§ Problem
After locating the line containing "unit: number): number[]", transcribe that line and all following lines exactly, stopping only at the end of the records.

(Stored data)
[Start of Attachment]

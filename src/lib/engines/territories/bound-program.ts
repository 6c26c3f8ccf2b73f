import { ProgramBuilder, type Program } from '../solver/program-builder.ts';
import { depthsOf, unitsToday, type Depths } from './bound-depth.ts';
import type { BoundTerms } from './bound-terms.ts';
import type { Prepared } from './prepare.ts';

/** Moves that every plan makes, as columns. */
interface Draft {
	prepared: Prepared;
	terms: BoundTerms;
	builder: ProgramBuilder;
	depths: (Depths | null)[];
	/** units of each territory today, last: without one */
	today: number[][];
	/** territory -> unit -> column of being gained from within the rings */
	gained: Map<number, number>[];
	/** unit -> its columns of leaving, gained within the rings or deeper */
	leaving: number[][];
	/** unit -> column of going deeper than the rings, -1 for none */
	deep: Int32Array;
	/** territory -> its incoming deep load, one list of columns a measure */
	incoming: number[][][];
	/** territory -> column "has gained from the deep", -1 for none */
	opened: Int32Array;
	/** territory -> column "has left its core entirely", -1 where a unit certainly stays */
	left: Int32Array;
	/** what loads are divided by, one a bound measure */
	scale: number[];
}

/**
 * A program that every plan keeps, so that its least cost is a bound: loads within tolerance after the
 * moves; a unit gained at depth 2 or more needs another one gained at the depth below, and a gained
 * neighbour; from deeper than `most` only load travels, over whole territories of today within the reach
 * rule, and opens a chain of gained units. Left out: that territories stay in one piece otherwise, blocks,
 * pairs apart. `loadRows` names the territory of each row on loads. Costs of moves that are certain are not in it (see boundTerms).
 */
export function boundProgram(
	prepared: Prepared,
	terms: BoundTerms,
	most: number,
): { program: Program; loadRows: Map<number, number> } {
	const { units, territories, bound } = prepared;
	const today = unitsToday(prepared);
	const draft: Draft = {
		prepared,
		terms,
		builder: new ProgramBuilder(),
		today,
		depths: depthsOf(prepared, today, most),
		gained: Array.from({ length: territories }, () => new Map()),
		leaving: Array.from({ length: units }, () => []),
		deep: new Int32Array(units).fill(-1),
		incoming: Array.from({ length: territories }, () => bound.map(() => [])),
		opened: new Int32Array(territories).fill(-1),
		left: new Int32Array(territories).fill(-1),
		scale: bound.map((_, m) => meanTarget(prepared, m)),
	};
	gainedColumns(draft);
	deepColumns(draft);
	unitRows(draft);
	const rows = loadRows(draft);
	for (let t = 0; t < territories; t++) chainRows(draft, t);
	return { program: draft.builder.build(), loadRows: rows };
}

function meanTarget({ targets, territories, stays }: Prepared, m: number): number {
	let sum = 0;
	for (let t = 0; t < territories; t++) sum += targets[m * territories + t];
	return sum / stays.reduce((count, one) => count + one, 0);
}

const costOf = ({ prepared, terms }: Draft, unit: number) =>
	terms.certain[unit] ? 0 : prepared.cost[unit];

function gainedColumns(draft: Draft): void {
	const { prepared, depths, builder, gained, leaving } = draft;
	depths.forEach((depth, t) => {
		if (!depth) return;
		const strangers = depth.core.filter((unit) => prepared.problem.today[unit] !== t);
		for (const unit of [...strangers, ...depth.rings.flat()]) {
			const column = builder.whole(costOf(draft, unit));
			gained[t].set(unit, column);
			leaving[unit].push(column);
		}
	});
}

/** Whether territory `t` may gain units of today's `from` (the last: without territory) at all. */
function within({ steps, territories, problem }: Prepared, from: number, t: number): boolean {
	if (from === t) return false;
	if (!steps || from === territories) return true;
	return steps[from * territories + t] <= (problem.reach ?? Infinity);
}

function deepColumns(draft: Draft): void {
	const { prepared, depths, today, builder, deep, leaving, incoming, scale } = draft;
	const { territories, bound, loads, units, fixed, greatest } = prepared;
	// without a rule all deep load goes through one pool, with one through a pool for each territory
	const sources = prepared.steps ? today : [today.flat()];
	sources.forEach((list, from) => {
		const aims = depths.flatMap((depth, t) => {
			if (!depth || (prepared.steps && !within(prepared, from, t))) return [];
			const inside = prepared.steps
				? (depth.reached.get(from) ?? 0)
				: depth.core.length + depth.rings.flat().length;
			return inside < list.length ? [t] : [];
		});
		const free = list.filter((unit) => fixed[unit] < 0);
		if (aims.length === 0 || free.length === 0) return;
		for (const unit of free) {
			deep[unit] = builder.whole(costOf(draft, unit));
			leaving[unit].push(deep[unit]);
		}
		bound.forEach((_, m) => {
			const arrivals = aims.map((t) => {
				const room = greatest[m * territories + t] / scale[m];
				const column = builder.real(0, 0, Number.isFinite(room) ? room : 1e6);
				incoming[t][m].push(column);
				return column;
			});
			const departing = free.map((unit) => loads[m * units + unit] / scale[m]);
			builder.row(
				0,
				0,
				[...free.map((unit) => deep[unit]), ...arrivals],
				[...departing, ...arrivals.map(() => -1)],
			);
		});
		for (const t of aims) if (draft.opened[t] < 0) draft.opened[t] = builder.whole(0);
	});
}

function unitRows({ prepared, terms, builder, leaving }: Draft): void {
	for (let unit = 0; unit < prepared.units; unit++) {
		if (leaving[unit].length === 0 && !terms.certain[unit]) continue;
		builder.row(terms.certain[unit] ? 1 : 0, 1, leaving[unit]);
	}
}

const WIDER = 1e-7;

/** Rows on the load of each territory; answers which row is whose. */
function loadRows(draft: Draft): Map<number, number> {
	const rows = new Map<number, number>();
	const { prepared, builder, gained, leaving, incoming, scale, today } = draft;
	const { territories, bound, loads, units, least, greatest, targets, stays } = prepared;
	for (let t = 0; t < territories; t++) {
		if (!stays[t]) continue;
		bound.forEach((_, m) => {
			const target = targets[m * territories + t];
			const share = (unit: number) => loads[m * units + unit] / target;
			const columns: number[] = [];
			const signs: number[] = [];
			let held = 0;
			for (const unit of today[t]) {
				held += share(unit);
				for (const column of leaving[unit]) {
					columns.push(column);
					signs.push(-share(unit));
				}
			}
			for (const [unit, column] of gained[t]) {
				columns.push(column);
				signs.push(share(unit));
			}
			for (const column of incoming[t][m]) {
				columns.push(column);
				signs.push(scale[m] / target);
			}
			const low = least[m * territories + t] / target - held - WIDER;
			const high = greatest[m * territories + t] / target - held + WIDER;
			rows.set(builder.row(low, high, columns, signs), t);
		});
	}
	return rows;
}

function chainRows(draft: Draft, t: number): void {
	const { prepared, builder, depths, gained, opened, incoming, left, leaving, scale } = draft;
	const depth = depths[t];
	if (!depth || depth.core.length === 0) return;
	const free: number[] = [];
	if (!depth.rooted) {
		left[t] = builder.real(0, 0, 1);
		free.push(left[t]);
		const gone = depth.core.flatMap((unit) => leaving[unit]);
		builder.row(0, Infinity, [...gone, left[t]], [...gone.map(() => 1), -depth.core.length]);
	}
	const need = (column: number, some: number[]) => {
		const all = [...some, ...free];
		builder.row(0, Infinity, [column, ...all], [-1, ...all.map(() => 1)]);
	};
	const ringColumns = depth.rings.map((ring) => ring.map((unit) => gained[t].get(unit)!));
	if (opened[t] >= 0) {
		for (const ring of ringColumns) need(opened[t], ring);
		incoming[t].forEach((columns, m) => {
			const room = prepared.greatest[m * prepared.territories + t] / scale[m];
			if (columns.length === 0 || !Number.isFinite(room)) return;
			builder.row(0, Infinity, [opened[t], ...columns], [room, ...columns.map(() => -1)]);
		});
	}
	depth.rings.forEach((ring, at) => {
		if (at === 0) return;
		for (const unit of ring) {
			const column = gained[t].get(unit)!;
			need(column, ringColumns[at - 1]);
			const near = neighboursIn(prepared, gained[t], unit);
			need(column, opened[t] >= 0 ? [...near, opened[t]] : near);
		}
	});
}

function neighboursIn({ graph }: Prepared, columns: Map<number, number>, unit: number): number[] {
	const near: number[] = [];
	for (let i = graph.offsets[unit]; i < graph.offsets[unit + 1]; i++) {
		const column = columns.get(graph.targets[i]);
		if (column !== undefined) near.push(column);
	}
	return near;
}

[End of Attachment]

§ Result of this task
function neighboursIn({ graph }: Prepared, columns: Map<number, number>, unit: number): number[] {
	const near: number[] = [];
	for (let i = graph.offsets[unit]; i < graph.offsets[unit + 1]; i++) {
		const column = columns.get(graph.targets[i]);
		if (column !== undefined) near.push(column);
	}
	return near;
}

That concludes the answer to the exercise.